The message being written hundreds and thousands of times over and over was
06/04/24 17:42:02 [4] Local connection 0,127.0.0.1,6113 missing form factor


And "netstat -na" gives me a throng of queries waiting for the better world...
tcp 0 0 127.0.0.1:6113 127.0.0.1:50201 TIME_WAIT

x times 100 or perhaps 1000. Didn't count, but it is apparent they seem to be origined from port 6113, which is defined as the ONS service under OHS.



So what's the matter?

I have Oracle Server and OHS with HTML DB installed and it appears that Oracle Notification Services is trying (or one of it's clients?) very hard to connect to localhost, but failes because of the listener conflict.

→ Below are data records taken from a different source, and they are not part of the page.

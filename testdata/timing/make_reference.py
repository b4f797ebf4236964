#!/usr/bin/python3
"""Reference values for caseweave/pipeline/timing, made with SciPy.

Run:  /usr/bin/python3 testdata/timing/make_reference.py > testdata/timing/reference.json

1. Serial intervals: interval-censored maximum likelihood (each integer interval d is
   censored to [max(d - 0.5, 0), d + 0.5]; negative d excluded) for gamma, lognormal and
   Weibull, built from scipy.stats CDFs/survival functions and maximised with
   scipy.optimize (Nelder-Mead, then BFGS, keeping the better), on log-parameters.
   Fixture intervals are drawn once here from numpy's seeded generator and stored, so the
   Go test reads the data and the answers from this file.
2. Negative-binomial exact intervals for a mean (inverting the NB CDF of the weekly total,
   Casella & Berger 2002, Thm 9.2.12) by brentq on scipy.stats.nbinom, and the Poisson
   (Garwood 1936) limit by scipy.stats.chi2.
3. The NB dispersion MLE k on a small count vector, by scipy.optimize.minimize_scalar.
"""
import json
import sys

import numpy as np
import scipy
from scipy import optimize, stats


def frozen(name, th):
    if name == "gamma":
        return stats.gamma(np.exp(th[0]), scale=1.0 / np.exp(th[1]))
    if name == "lognormal":
        return stats.lognorm(np.exp(th[1]), scale=np.exp(th[0]))
    if name == "weibull":
        return stats.weibull_min(np.exp(th[0]), scale=np.exp(th[1]))
    raise ValueError(name)


def params(name, th):
    if name == "gamma":
        return {"shape": float(np.exp(th[0])), "rate": float(np.exp(th[1]))}
    if name == "lognormal":
        return {"meanlog": float(th[0]), "sdlog": float(np.exp(th[1]))}
    return {"shape": float(np.exp(th[0])), "scale": float(np.exp(th[1]))}


def mass(dist, d):
    d = np.asarray(d, dtype=float)
    lo = np.maximum(d - 0.5, 0.0)
    hi = d + 0.5
    upper = dist.cdf(lo) > 0.5
    return np.where(upper, dist.sf(lo) - dist.sf(hi), dist.cdf(hi) - dist.cdf(lo))


def loglik(name, th, values, counts):
    m = mass(frozen(name, th), values)
    if np.any(~(m > 0)):
        return -1e300
    return float(np.sum(counts * np.log(m)))


def moment_start(name, x):
    m = max(x.mean(), 0.25)
    v = max(x.var(ddof=1) - 1.0 / 12, 0.01 * m * m, 1e-3)
    if name == "gamma":
        return [np.log(m * m / v), np.log(m / v)]
    if name == "lognormal":
        s2 = np.log1p(v / (m * m))
        return [np.log(m) - s2 / 2, 0.5 * np.log(s2)]
    from scipy.special import gammaln
    target = np.log(1 + v / (m * m))
    f = lambda lk: gammaln(1 + 2 / np.exp(lk)) - 2 * gammaln(1 + 1 / np.exp(lk)) - target
    lk = optimize.brentq(f, -4, 5)
    return [lk, np.log(m) - gammaln(1 + np.exp(-lk))]


def fit(name, x):
    values, counts = np.unique(x, return_counts=True)
    nll = lambda th: -loglik(name, th, values, counts)
    th0 = moment_start(name, x)
    r1 = optimize.minimize(nll, th0, method="Nelder-Mead",
                           options={"xatol": 1e-11, "fatol": 1e-13, "maxiter": 40000, "maxfev": 80000})
    r2 = optimize.minimize(nll, r1.x, method="BFGS", options={"gtol": 1e-9})
    best = r2 if r2.fun <= r1.fun else r1
    r3 = optimize.minimize(nll, best.x, method="Nelder-Mead",
                           options={"xatol": 1e-12, "fatol": 1e-14, "maxiter": 40000, "maxfev": 80000})
    if r3.fun < best.fun:
        best = r3
    th = best.x
    dist = frozen(name, th)
    ll = -float(best.fun)
    return {
        "name": name,
        "params": params(name, th),
        "loglik": ll,
        "aic": 4 - 2 * ll,
        "mean": float(dist.mean()),
        "sd": float(dist.std()),
        "quantiles": {"p50": float(dist.ppf(0.5)), "p95": float(dist.ppf(0.95)), "p99": float(dist.ppf(0.99))},
        "daily_mass_0_20": [float(v) for v in mass(dist, np.arange(21))],
        "cdf_at": {str(t): float(dist.cdf(t)) for t in (0.5, 1.0, 2.5, 5.0, 10.0, 30.0)},
    }


def fixtures():
    rng = np.random.default_rng(20240611)
    out = {}
    g = rng.gamma(4.0, 1.25, size=300)  # mean 5, sd 2.5
    x = np.floor(g + 0.5).astype(int).tolist() + [-1, -2, -1]
    out["gamma_300_with_negatives"] = x
    ln = rng.lognormal(1.5, 0.6, size=150)
    out["lognormal_150"] = np.floor(ln + 0.5).astype(int).tolist()
    w = 6.0 * rng.weibull(2.2, size=80)
    out["weibull_80"] = np.floor(w + 0.5).astype(int).tolist()
    out["small_with_zeros"] = [0, 0, 1, 1, 2, 2, 2, 3, 3, 4, 5, 7, -1]
    lt = rng.lognormal(1.2, 1.0, size=200)
    out["long_tail_200"] = np.floor(lt + 0.5).astype(int).tolist()
    return out


def nb_interval(n, s, k, alpha):
    """Exact interval for R when the weekly total S ~ NB(size n*k, mean n*R)."""
    size = n * k
    p = lambda R: k / (k + R)
    upper = optimize.brentq(lambda R: stats.nbinom.cdf(s, size, p(R)) - alpha / 2, 1e-12, 1e9,
                            xtol=1e-14, rtol=1e-13, maxiter=1000)
    if s == 0:
        lower = 0.0
    else:
        lower = optimize.brentq(lambda R: stats.nbinom.sf(s - 1, size, p(R)) - alpha / 2, 1e-14, 1e9,
                                xtol=1e-14, rtol=1e-13, maxiter=1000)
    return lower, upper


def poisson_interval(n, s, alpha):
    lower = 0.0 if s == 0 else stats.chi2.ppf(alpha / 2, 2 * s) / 2 / n
    upper = stats.chi2.ppf(1 - alpha / 2, 2 * s + 2) / 2 / n
    return lower, upper


def nb_k_mle(x):
    x = np.asarray(x, dtype=float)
    m = x.mean()
    nll = lambda lk: -np.sum(stats.nbinom.logpmf(x, np.exp(lk), np.exp(lk) / (np.exp(lk) + m)))
    r = optimize.minimize_scalar(nll, bounds=(-10, 10), method="bounded", options={"xatol": 1e-12})
    return float(np.exp(r.x))


def main():
    fx = fixtures()
    serial = {}
    for key, x in fx.items():
        arr = np.asarray([d for d in x if d >= 0])
        serial[key] = {
            "intervals": x,
            "models": [fit(name, arr) for name in ("gamma", "lognormal", "weibull")],
        }
    fixed = stats.gamma(6.25, scale=1 / 1.25)  # mean 5, sd 2
    fixed_gamma = {
        "mean": 5.0, "sd": 2.0, "shape": 6.25, "rate": 1.25,
        "quantiles": {"p50": float(fixed.ppf(0.5)), "p95": float(fixed.ppf(0.95)), "p99": float(fixed.ppf(0.99))},
        "daily_mass_0_20": [float(v) for v in mass(fixed, np.arange(21))],
    }
    alpha = 0.05
    nb_cases = []
    for (n, s, k) in [(1, 0, 0.5), (1, 3, 0.5), (3, 0, 0.5), (3, 2, 0.5), (5, 9, 0.3), (20, 30, 0.8),
                      (50, 40, 2.0), (200, 260, 0.4), (4, 1, 5.0)]:
        lo, hi = nb_interval(n, s, k, alpha)
        nb_cases.append({"n": n, "total": s, "k": k, "level": 1 - alpha, "lower": lo, "upper": hi})
    pois_cases = []
    for (n, s) in [(1, 0), (3, 2), (20, 30), (200, 260)]:
        lo, hi = poisson_interval(n, s, alpha)
        pois_cases.append({"n": n, "total": s, "level": 1 - alpha, "lower": float(lo), "upper": float(hi)})
    k_data = [0, 0, 0, 1, 0, 5, 2, 0, 0, 1, 0, 8, 0, 0, 3, 0, 1, 0, 0, 12, 0, 2, 0, 0, 1]
    out = {
        "generated_by": "testdata/timing/make_reference.py",
        "versions": {"python": sys.version.split()[0], "numpy": np.__version__, "scipy": scipy.__version__},
        "serial_interval": serial,
        "fixed_gamma": fixed_gamma,
        "nb_exact_interval": nb_cases,
        "poisson_exact_interval": pois_cases,
        "nb_k_mle": {"counts": k_data, "k": nb_k_mle(k_data)},
    }
    json.dump(out, sys.stdout, indent=1)
    sys.stdout.write("\n")


if __name__ == "__main__":
    main()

When OHS and databse are installed on the same box, the installer will mistakenly configure identical ONS ports in both homes which creates an operational conflict when both the HTTP ONS and database listener services are running.


Solution

I unsubscribed from ONS with my database listener. To do that, I added the following row to my database listener.ora:
SUBSCRIBE_FOR_NODE_DOWN_EVENT_=OFF


Now "netstat -na" is much more reasonable, but I still cannot start opmnctl.


So I went ahead and changed notification server ports by +1
$ORACLE_HTTP_HOME/opmn/conf/opmn.xml:



And then "./$ORACLE_HTTP_HOME/opmn/bin/opmnctl startall"
which responded "opmnctl: starting opmn and all managed processes..."

The ons.log said now only "06/04/25 10:23:38 [4] ONS server initiated".

So my OHS and access to HTML DB was up and running once again.

PS
When my database couldn't write anymore to the hard disk, I couldn't even log in with "sqlplus / as sysdba" because that connection needs to write an audit file. Having 0B of free space makes that somewhat troublesome. So I went ahead and deleted one of the massive 1.5GB logfiles and started the database once again as it had shut down because it couldn't expand one tablespace nomore.
I was very relieved to see that it didn't take any recovery as I haven't backed up anything (it's a development database). Saved me a lot of trouble and well.. it showed me that even the smallest dev-base should have a minimal backup at hand. So I'm off to backup some data without delay.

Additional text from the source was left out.